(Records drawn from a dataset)

★ ★ ★ ★ ★

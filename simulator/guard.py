"""The PLC's own guard of one loop: it lends the loop to a remote holder and takes it back.

One call of ``scan`` per PLC scan, after the PID block and before the output card.  Nothing here
knows a clock, a wire or a block: everything comes in as ``GuardInputs`` and leaves as ``GuardWrites``
and the guard's own registers, so that the same logic stands in IEC 61131-3 Structured Text.

    idle       enabled, not stopped, a token asks               -> armed; the loop is remembered as found
    armed      token withdrawn                                  -> idle; nothing is written
    armed      heartbeat late, PV out of limits, stop pressed   -> gave back
    gave back  token withdrawn and enable pressed afresh        -> idle

Giving back writes output, setpoint and mode as found, but only while the block is in manual and the
output is still the one passed on last: otherwise a person has the loop, and nothing is written.  Onto a failed PV
the mode is left in manual.  Comparisons are written so that NaN gives back and passes nothing on.
"""

from dataclasses import dataclass
from enum import IntEnum

MODE_MAN = 0
"""Code of manual in the mode register."""
CLOCK_MODULUS = 2**32
"""The PLC clock counts milliseconds in an unsigned 32-bit register."""
SEQUENCE_MODULUS = 2**16
"""Sequence numbers live in an unsigned 16-bit register; the newer of two is ahead by less than half of it."""


class GuardState(IntEnum):
    """Codes of the guard's state register."""

    IDLE = 0
    ARMED = 1
    GAVE_BACK = 2


@dataclass(frozen=True, slots=True)
class GuardLimits:
    """What the plant engineer set: the guard's own output and PV limits, its timeout and how long enable lasts."""

    op_low_pct: float
    op_high_pct: float
    pv_low_eu: float
    pv_high_eu: float
    timeout_s: float = 2.0
    enable_s: float = 900.0


@dataclass(frozen=True, slots=True)
class GuardInputs:
    """What the guard sees in one scan: the panel, the holder's mailbox and the block."""

    clock_ms: int
    is_enable_pressed: bool
    is_stop_pressed: bool
    holder_request: int
    heartbeat: int
    sequence: int
    op_request_pct: float
    pv_eu: float
    is_pv_failed: bool
    op_pct: float
    sp_eu: float
    mode: int


@dataclass(frozen=True, slots=True)
class GuardWrites:
    """What the guard writes into the block in this scan, in this order; ``None`` is not written."""

    op_pct: float | None = None
    sp_eu: float | None = None
    mode: int | None = None


NOTHING = GuardWrites()


class Guard:
    """The guard of one loop.  Its public attributes are its registers.  A new one is a cold start."""

    def __init__(self, limits: GuardLimits) -> None:
        self.limits = limits
        self.state = GuardState.IDLE
        self.is_alarm = False
        self.holder = 0
        self.heartbeat_echo = 0
        self.is_enabled = False
        self.is_test_active = False
        self.op_effect_ms = 0
        self.op_effect_count = 0
        self._was_enable_pressed = False
        self._is_first_scan = True
        self._enabled_at_ms = 0
        self._heartbeat = 0
        self._heartbeat_at_ms = 0
        self._sequence = 0
        self._found_op_pct = 0.0
        self._found_sp_eu = 0.0
        self._found_mode = MODE_MAN
        self._left_op_pct = 0.0
        self._has_passed_on = False

    def scan(self, seen: GuardInputs) -> GuardWrites:
        """One PLC scan.  Returns what has to be written into the block now."""
        self.heartbeat_echo = seen.heartbeat
        is_enable_edge = seen.is_enable_pressed and not self._was_enable_pressed
        self._was_enable_pressed = seen.is_enable_pressed
        if self._is_first_scan:
            self._is_first_scan = False
            return NOTHING
        self._keep_permission(seen, is_enable_edge)
        match self.state:
            case GuardState.IDLE:
                self._arm_if_asked(seen)
                return NOTHING
            case GuardState.ARMED:
                return self._watch(seen)
            case GuardState.GAVE_BACK:
                if is_enable_edge and seen.holder_request == 0:
                    self.state = GuardState.IDLE
                    self.is_alarm = False
                    self._grant(seen)
                return NOTHING

    def _keep_permission(self, seen: GuardInputs, is_enable_edge: bool) -> None:
        if is_enable_edge and self.state is not GuardState.GAVE_BACK:
            self._grant(seen)
        if self.is_enabled and _elapsed_s(self._enabled_at_ms, seen.clock_ms) > self.limits.enable_s:
            self.is_enabled = False

    def _grant(self, seen: GuardInputs) -> None:
        self.is_enabled = True
        self._enabled_at_ms = seen.clock_ms

    def _arm_if_asked(self, seen: GuardInputs) -> None:
        if not self.is_enabled or seen.is_stop_pressed or seen.holder_request == 0:
            return
        self.state = GuardState.ARMED
        self.holder = seen.holder_request
        self.is_test_active = True
        self._found_op_pct = self._left_op_pct = seen.op_pct
        self._found_sp_eu = seen.sp_eu
        self._found_mode = seen.mode
        self._has_passed_on = False
        self._sequence = seen.sequence
        self._heartbeat = seen.heartbeat
        self._heartbeat_at_ms = seen.clock_ms

    def _watch(self, seen: GuardInputs) -> GuardWrites:
        if not self._has_passed_on and seen.mode != MODE_MAN:
            # Automatic still moves the output: as found is where it stands when manual begins.
            self._found_op_pct = self._left_op_pct = seen.op_pct
        if seen.holder_request == self.holder and seen.heartbeat != self._heartbeat:
            self._heartbeat = seen.heartbeat
            self._heartbeat_at_ms = seen.clock_ms
        if seen.holder_request == 0:
            self._let_go(GuardState.IDLE)
            return NOTHING
        is_heartbeat_late = not _elapsed_s(self._heartbeat_at_ms, seen.clock_ms) <= self.limits.timeout_s
        is_pv_inside = self.limits.pv_low_eu <= seen.pv_eu <= self.limits.pv_high_eu
        if is_heartbeat_late or not is_pv_inside or seen.is_stop_pressed:
            return self._give_back(seen)
        return self._pass_on(seen)

    def _pass_on(self, seen: GuardInputs) -> GuardWrites:
        if seen.holder_request != self.holder or not _is_newer(seen.sequence, self._sequence):
            return NOTHING
        # Used up whatever becomes of it: a request that waits for manual would be a late write.
        self._sequence = seen.sequence
        is_inside = self.limits.op_low_pct <= seen.op_request_pct <= self.limits.op_high_pct
        # An output that is not what was passed on last has been moved by somebody: it is theirs.
        if seen.mode != MODE_MAN or not is_inside or seen.op_pct != self._left_op_pct:
            return NOTHING
        self._left_op_pct = seen.op_request_pct
        self._has_passed_on = True
        self.op_effect_ms = seen.clock_ms
        self.op_effect_count = (self.op_effect_count + 1) % CLOCK_MODULUS
        return GuardWrites(op_pct=seen.op_request_pct)

    def _give_back(self, seen: GuardInputs) -> GuardWrites:
        self._let_go(GuardState.GAVE_BACK)
        self.is_alarm = True
        self.is_enabled = False
        if seen.mode != MODE_MAN or seen.op_pct != self._left_op_pct:
            return NOTHING
        return GuardWrites(self._found_op_pct, self._found_sp_eu, MODE_MAN if seen.is_pv_failed else self._found_mode)

    def _let_go(self, state: GuardState) -> None:
        self.state = state
        self.holder = 0
        self.is_test_active = False


def _elapsed_s(since_ms: int, now_ms: int) -> float:
    return ((now_ms - since_ms) % CLOCK_MODULUS) / 1000.0


def _is_newer(sequence: int, last: int) -> bool:
    return 0 < (sequence - last) % SEQUENCE_MODULUS < SEQUENCE_MODULUS // 2
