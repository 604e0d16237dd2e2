"""Every mistake that a file can hold gets a line that names the file, the key and the remedy."""
# ruff: noqa: E501 - the table reads as rows

from collections.abc import Callable
from dataclasses import dataclass
from pathlib import Path

import pytest

from autotune.config.bundled import bundled_path
from autotune.config.load import load
from autotune.errors import Complaint, ConfigError

EXAMPLE, SITE = "example-modbus.toml", "site-limits.toml"


@dataclass(frozen=True, slots=True)
class Mistake:
    """Texts replaced in the example (or in the site's limits), and what the complaint has to hold."""

    title: str
    changes: tuple[tuple[str, str], ...]
    key: str
    fault: str
    remedy: str
    changed: str = EXAMPLE
    complained_of: str = ""


def mistake(
    title: str,
    old: str,
    new: str,
    key: str,
    fault: str,
    remedy: str,
    *,
    changed: str = EXAMPLE,
    complained_of: str = "",
) -> Mistake:
    return Mistake(title, ((old, new),), key, fault, remedy, changed, complained_of)


T, F = "loop[TIC-204]", "loop[FIC-101]"
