impl Compact {
    /// The ephemeris committed with this crate.
    pub fn builtin() -> &'static Compact {
        static BUILTIN: OnceLock<Compact> = OnceLock::new();
        BUILTIN.get_or_init(|| Compact::parse(BYTES).expect("the committed table, checked by the tests"))
    }

    /// Reads the structure of a table; its pieces stay where they are. A table that is damaged in its
    /// structure is an [`Error`]; damage among the coefficients is found by [`Compact::verify`].
    pub fn parse(bytes: &'static [u8]) -> Result<Compact> {
        let fault = |message: String| Error::table("compact ephemeris", 0, message);
        let pieces_at = HEADER_BYTES + Body::ALL.len() * SERIES_BYTES;
        if bytes.len() < pieces_at + HASH_BYTES {
            return Err(fault(format!("truncated: {} bytes, less than its header", bytes.len())));
        }
        if bytes[..8] != layout::MAGIC {
            return Err(fault("is not a compact ephemeris of this version".into()));
        }
        let number = |at: usize| f64::from_le_bytes(take(bytes, at));
        let (first_mjd, last_mjd) = (number(8), number(16));
        let span = last_mjd - first_mjd;
        if !(span > 0.0 && span < 1e7 && first_mjd.fract() == 0.0 && last_mjd.fract() == 0.0) {
            return Err(fault(format!("damaged: covers MJD {first_mjd} to {last_mjd}")));
        }
        let name = &bytes[HEADER_BYTES - NAME_BYTES..HEADER_BYTES];
        let source = String::from_utf8_lossy(name).trim_end_matches('\0').to_string();

        let mut next_byte = pieces_at;
        let mut series = Vec::with_capacity(Body::ALL.len());
        for (index, body) in Body::ALL.into_iter().enumerate() {
            let one = Series::parse(bytes, HEADER_BYTES + index * SERIES_BYTES, span, next_byte)
                .map_err(|message| fault(format!("{}: {message}", body.word())))?;
            next_byte += one.pieces * one.piece_bytes;
            series.push(one);
        }
        if next_byte + HASH_BYTES != bytes.len() {
            return Err(fault(format!(
                "truncated or damaged: {} bytes, {} described",
                bytes.len(),
                next_byte + HASH_BYTES
            )));
        }
        let series = series.try_into().expect("as many as there are bodies");
        Ok(Compact { bytes, first_mjd, last_mjd, source, source_sha256: take(bytes, 24), series })
    }

    /// Whether the bytes are those that were written, by the hash at their end. Reads all of them.
    pub fn verify(&self) -> Result<()> {
        let end = self.bytes.len() - HASH_BYTES;
        if layout::hash(&self.bytes[..end]) == u64::from_le_bytes(take(self.bytes, end)) {
            Ok(())
        } else {
            Err(Error::table("compact ephemeris", 0, "damaged: its bytes do not have the hash at their end"))
        }
    }

    /// First and last instant, MJD TDB, both included: 1899-07-13 and 2101-05-23, so that 1900 to 2100
    /// has some months of margin for light time and for arcs that start a day early.
    pub fn span_mjd(&self) -> (f64, f64) {
        (self.first_mjd, self.last_mjd)
    }

    /// First instant covered.
    pub fn first(&self) -> Instant<Tdb> {
        Instant::from_mjd(self.first_mjd, 0.0)
    }

    /// Last instant covered.
    pub fn last(&self) -> Instant<Tdb> {
        Instant::from_mjd(self.last_mjd, 0.0)
    }

    /// What this is, in words, with the hash of what it was made from.
    pub fn provenance(&self) -> String {
        let hash: String = self.source_sha256[..8].iter().map(|byte| format!("{byte:02x}")).collect();
        format!("{} (compact, from sha256 {hash}…)", self.source)
    }

    /// The largest difference from the source for a body: barycentric, and for the Moon geocentric (its
    /// barycentric one is that plus the Earth's).
    pub fn error(&self, body: Body) -> FitError {
        self.series[body as usize].error
    }

    /// [`Compact::state_at`] at a typed instant.
    #[inline]
    pub fn state(&self, body: Body, tdb: Instant<Tdb>) -> std::result::Result<State, Status> {
        let (day, fraction) = tdb.mjd_parts();
        self.state_at(body, day, fraction)
    }

    /// [`Compact::position_at`] at a typed instant.
    #[inline]
    pub fn position(&self, body: Body, tdb: Instant<Tdb>) -> std::result::Result<Vector, Status> {
        let (day, fraction) = tdb.mjd_parts();
        self.position_at(body, day, fraction)
    }

    /// Barycentric state, au and au/day, ICRS, at the TDB instant `day + fraction` (Modified Julian
    /// Date, any split). [`Status::OutsideEphemeris`] outside [`Compact::span_mjd`] and for NaN.
    #[inline]
    pub fn state_at(&self, body: Body, day: f64, fraction: f64) -> std::result::Result<State, Status> {
        let state = self.stored_state(body, day, fraction)?;
        if body != Body::Moon {
            return Ok(state);
        }
        let earth = self.stored_state(Body::Earth, day, fraction)?;
        Ok(State {
            position: add(state.position, earth.position),
            velocity: add(state.velocity, earth.velocity),
        })
    }

    /// Barycentric position, au, as [`Compact::state_at`].
    #[inline]
    pub fn position_at(&self, body: Body, day: f64, fraction: f64) -> std::result::Result<Vector, Status> {
        let position = self.stored_position(body, day, fraction)?;
        if body != Body::Moon {
            return Ok(position);
        }
        Ok(add(position, self.stored_position(Body::Earth, day, fraction)?))
    }

    /// State of the Moon about the Earth, au and au/day, ICRS, without the detour by the barycentre.
    #[inline]
    pub fn geocentric_moon_at(&self, day: f64, fraction: f64) -> std::result::Result<State, Status> {
        self.stored_state(Body::Moon, day, fraction)
    }

    #[inline]
    fn stored_state(&self, body: Body, day: f64, fraction: f64) -> std::result::Result<State, Status> {
        let series = &self.series[body as usize];
        let (piece, x) = self.locate(series, day, fraction)?;
        let (value, slope) =
            chebyshev::value_and_slope(x, series.higher(piece), series.coefficient(piece, 0));
        Ok(State {
            position: scale(series.quantum_au, value),
            velocity: scale(series.quantum_au * 2.0 / series.piece_days, slope),
        })
    }

    #[inline]
    fn stored_position(&self, body: Body, day: f64, fraction: f64) -> std::result::Result<Vector, Status> {
        let series = &self.series[body as usize];
        let (piece, x) = self.locate(series, day, fraction)?;
        Ok(scale(series.quantum_au, chebyshev::value(x, series.higher(piece), series.coefficient(piece, 0))))
    }

    /// The piece an instant falls in (its bytes and all after them) and where in it, −1 to 1.
    #[inline(always)]
    fn locate(&self, series: &Series, day: f64, fraction: f64) -> std::result::Result<(&[u8], f64), Status> {
        let days = (day - self.first_mjd) + fraction;
        // Written so that NaN fails it.
        if !(days >= 0.0 && (day - self.last_mjd) + fraction <= 0.0) {
            return Err(Status::OutsideEphemeris);
        }
        let index = ((days / series.piece_days) as usize).min(series.pieces - 1);
        let into = (day - self.first_mjd - index as f64 * series.piece_days) + fraction;
        let piece = &self.bytes[series.first_byte + index * series.piece_bytes..];
        Ok((piece, 2.0 * into / series.piece_days - 1.0))
    }
}

impl Series {
    fn parse(bytes: &[u8], at: usize, span: f64, next_byte: usize) -> std::result::Result<Series, String> {
        let integer = |at: usize| u32::from_le_bytes(take(bytes, at));
        let number = |at: usize| f64::from_le_bytes(take(bytes, at));
        let (piece_days, count) = (f64::from(integer(at)), integer(at + 4) as usize);
        let first_byte = u64::from_le_bytes(take(bytes, at + 8));
        let quantum_m = number(at + 16);
        let error = FitError { position_m: number(at + 24), velocity_m_s: number(at + 32) };
        if !(1..=ORDERS_MAX).contains(&count) || piece_days == 0.0 || span % piece_days != 0.0 {
            return Err(format!("damaged: pieces of {piece_days} days with {count} coefficients"));
        }
        if !(quantum_m > 0.0 && quantum_m.is_finite() && error.position_m > 0.0 && error.velocity_m_s > 0.0) {
            return Err(format!("damaged: a quantum of {quantum_m} m, errors {error:?}"));
        }
        let mut orders = [Order::default(); ORDERS_MAX];
        let mut offset = 0;
        for (order, &width) in orders[..count].iter_mut().zip(&bytes[at + 40..]) {
            if !(1..=8).contains(&width) {
                return Err(format!("damaged: a coefficient {width} bytes wide"));
            }
            *order = Order { offset, width, surplus: 64 - 8 * width };
            offset += 3 * u16::from(width);
        }
        if first_byte != next_byte as u64 {
            return Err(format!("damaged: starts at byte {first_byte} rather than {next_byte}"));
        }
        Ok(Series {
            piece_days,
            pieces: (span / piece_days) as usize,
            piece_bytes: usize::from(offset),
            first_byte: next_byte,
            count,
            quantum_au: quantum_m / ASTRONOMICAL_UNIT_M,
            orders,
            error,
        })
    }

    /// The coefficients above the constant term, the highest first.
    #[inline(always)]
    fn higher(&self, piece: &[u8]) -> impl Iterator<Item = Vector> {
        (1..self.count).rev().map(|order| self.coefficient(piece, order))
    }

    /// Reads eight bytes from where a coefficient starts and shifts out those of its neighbours; the
    /// hash at the end of the table keeps the last read inside it.
    #[inline(always)]
    fn coefficient(&self, piece: &[u8], order: usize) -> Vector {
        let Order { offset, width, surplus } = self.orders[order];
        let (start, width) = (usize::from(offset), usize::from(width));
        std::array::from_fn(|axis| {
            let eight = u64::from_le_bytes(take(piece, start + axis * width));
            ((eight << surplus) as i64 >> surplus) as f64
        })
    }
}

/// `N` bytes from `at` on, of a slice known to hold them.
#[inline(always)]
fn take<const N: usize>(bytes: &[u8], at: usize) -> [u8; N] {
    bytes[at..at + N].try_into().expect("a slice of the very length")
}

★ ★ ★ ★ ★

■ Required action ■
Look through the entries and work out how many lines have the word "layout" in them; reply with that number only.

■ Output for this exercise ■
2